Temperature rescales the softmax distribution: higher temperature flattens probabilities, giving less likely tokens more chance; lower temperature sharpens probabilities, making the model more likely to pick the top token. In the extreme, temperature near 0 approaches deterministic selection of the maximum-probability token. The transcript mentions an API constraint that temperature cannot exceed 2, partly to avoid outputs collapsing into nonsense.

Why is the context window size (e.g., 2048 in GPT-3) important?

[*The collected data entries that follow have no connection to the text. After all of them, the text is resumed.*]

import type { AreaDef } from '../../../framework/types';
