def _foreign_message(dest: Path, foreign, what: str) -> str:
    return (f"{show_path(dest)}/ holds {_count(len(foreign), 'file')} that tablegen did not publish there "
            f"(first: {foreign[0]}); a {what} folder is replaced as a whole, so it must be new, empty or "
            f"hold only an earlier issue: move them out or choose another --out folder")


def _inspect(dest: Path, names, force: bool, what: str) -> bool:
    """Whether dest holds an issue to be replaced; refuse whatever may not be replaced.

    Returns False for a folder that does not exist or is empty (but for a file browser's
    litter), True for one that holds only the files of an earlier issue or of this set.
    """
    try:
        st = os.lstat(dest)
    except FileNotFoundError:
        return False
    except OSError as e:
        raise fault(e, dest, "nothing was written") from None
    if not stat.S_ISDIR(st.st_mode):
        raise OutputExistsError(f"{show_path(dest)} is a file, not a folder; a {what} is written into a folder: "
                                f"give --out the path of a folder")
    try:
        content = [e for e in sorted(os.listdir(dest)) if e not in LITTER]
        if not content:
            return False
        found = read_manifest(dest)
        foreign = _foreign(dest, _allowed(dest, names))
    except OSError as e:
        raise fault(e, dest, "nothing was written") from None
    if foreign:
        raise OutputExistsError(_foreign_message(dest, foreign, what))
    if not force:
        issue = next((n[len("issue: "):] for n in (found[1] if found else []) if n.startswith("issue: ")), "")
        issue = re.sub(r"(fingerprint [0-9a-f]{16})[0-9a-f]+", r"\1…", issue)
        if issue:
            raise OutputExistsError(f"{show_path(dest)}/ holds an earlier issue ({issue}); pass --force to replace "
                                    f"it with this one, or choose another --out folder")
        listed = [e for e in content if e != MANIFEST] or content
        raise OutputExistsError(f"{_count(len(listed), 'file')} of the {what} already exist in {show_path(dest)}/ "
                                f"(first: {listed[0]}); pass --force to replace them, or choose another "
                                f"--out folder")
    return True


def check_folder(dest, names, *, force: bool, what: str = "book") -> None:
    """Refuse early (before anything is computed) what :func:`publish_folder` would refuse."""
    dest = _real(dest)
    _check_names(names)
    _refuse_location(dest, what)
    _inspect(dest, names, force, what)


def _check_names(names) -> None:
    for n in names:
        if n in (MANIFEST, ".", "..") or "/" in n or "\\" in n or n in LITTER or not n:
            raise TablegenError(f"{n!r} cannot be the name of a file of a set; a set holds plain names, "
                                f"and {MANIFEST} is its manifest")


_STALE = r"\.{}\.tablegen-(stage|old)-[0-9a-f]{{8}}"


def _clean_stale(dest: Path, previous_holder: str) -> list[str]:
    """Remove what a killed run left beside dest; put back an issue a fallback swap had moved aside."""
    pat = re.compile(_STALE.format(re.escape(dest.name)))
    removed, restored = [], False
    for entry in sorted(os.listdir(dest.parent)):
        m = pat.fullmatch(entry)
        if not m:
            continue
        path = dest.parent / entry
        if m.group(1) == "old" and not os.path.lexists(dest):
            os.rename(path, dest)
            restored = True
            continue
        _remove_tree(path)
        removed.append(entry)
    if not (removed or restored):
        return []
    who = f" (process {previous_holder})" if previous_holder else ""
    did = []
    if restored:
        did.append(f"put back the previous issue of {show_path(dest)}/ that it had moved aside")
    if removed:
        did.append(f"removed its {'staging folder' if len(removed) == 1 else f'{len(removed)} staging folders'} "
                   f"{', '.join(removed)}")
    return [f"note: an earlier run into {show_path(dest)}/ was interrupted{who}; " + " and ".join(did)]


def publish_folder(dest, files: dict, *, force: bool, about=(), what: str = "book") -> list[str]:
    """Publish ``{name: bytes}`` as the one set in folder dest; returns notes to print.

    Parameters
    ----------
    dest : the folder (created with its parents if missing)
    files : plain file names -> contents
    force : replace an earlier issue (without it only a new or empty folder is written)
    about : one-line texts for the manifest; the first one that starts with ``issue: ``
        names the issue in later refusals
    what : "book", "comparison", ... for messages

    Raises
    ------
    OutputExistsError, OutputBusyError, OutputError (exit 2) and Interrupted (130, 143),
    each one line; after any of them dest holds what it held before, or, for a fault after
    the swap (a failing fsync of the parent folder), the complete new set.
    """
    dest = _real(dest)
    files = {n: (d.encode("utf-8") if isinstance(d, str) else bytes(d)) for n, d in files.items()}
    _check_names(files)
    _refuse_location(dest, what)
    state = {"published": False}
    try:
        notes = _publish(dest, files, force, about, what, state)
    except (KeyboardInterrupt, Terminated) as e:
        shown = show_path(dest)
        raise interrupted(e, f"{shown}/ holds the new issue, complete" if state["published"]
                           else f"nothing was published; {shown}/ is as it was") from None
    WRITTEN.extend(dest / n for n in sorted([*files, MANIFEST]))
    return notes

The transformer processes a fixed number of tokens at a time. For GPT-3, the context size is 2048, meaning the model can only condition on the most recent 2048 tokens when predicting the next one. This limitation helps explain why early chat experiences sometimes seemed to “lose the thread” during very long conversations: older parts of the dialogue fall outside the context window.

Review Questions

How do embedding vectors and attention layers work together to make token meaning context-dependent?
Explain the full pipeline from tokenization to softmax probabilities to sampling, including where temperature fits in.
What does the context window limit imply for long conversations, and how does it affect next-token predictions?

Key Points

1
Transformer text generation starts by tokenizing input and mapping tokens to vectors using an embedding matrix.
2
Attention layers let token representations update based on which other tokens are relevant in the current context window.
3
Feed-forward layers transform token vectors in parallel, adding non-linear computation without direct token-to-token communication.
4
The final hidden state is projected through an unembedding matrix into scores for every vocabulary token, then normalized with softmax into probabilities.
5
Generation works by repeatedly sampling the next token from that distribution, appending it to the prompt, and predicting again.
6
Temperature reshapes the probability distribution: lower values make outputs more deterministic; higher values increase randomness and risk incoherence.
7
Deep learning training relies on backpropagation to learn the large set of matrix weights that make these computations effective at scale.

Highlights

Attention is the mechanism that makes a token’s meaning depend on surrounding tokens—so the same word can shift interpretation in different phrases.

Softmax turns raw scores into a probability distribution, enabling sampling rather than always choosing the single most likely token.

Temperature controls how sharply the model favors high-probability tokens, with lower values approaching greedy decoding and higher values increasing the chance of surprising (sometimes incoherent) continuations.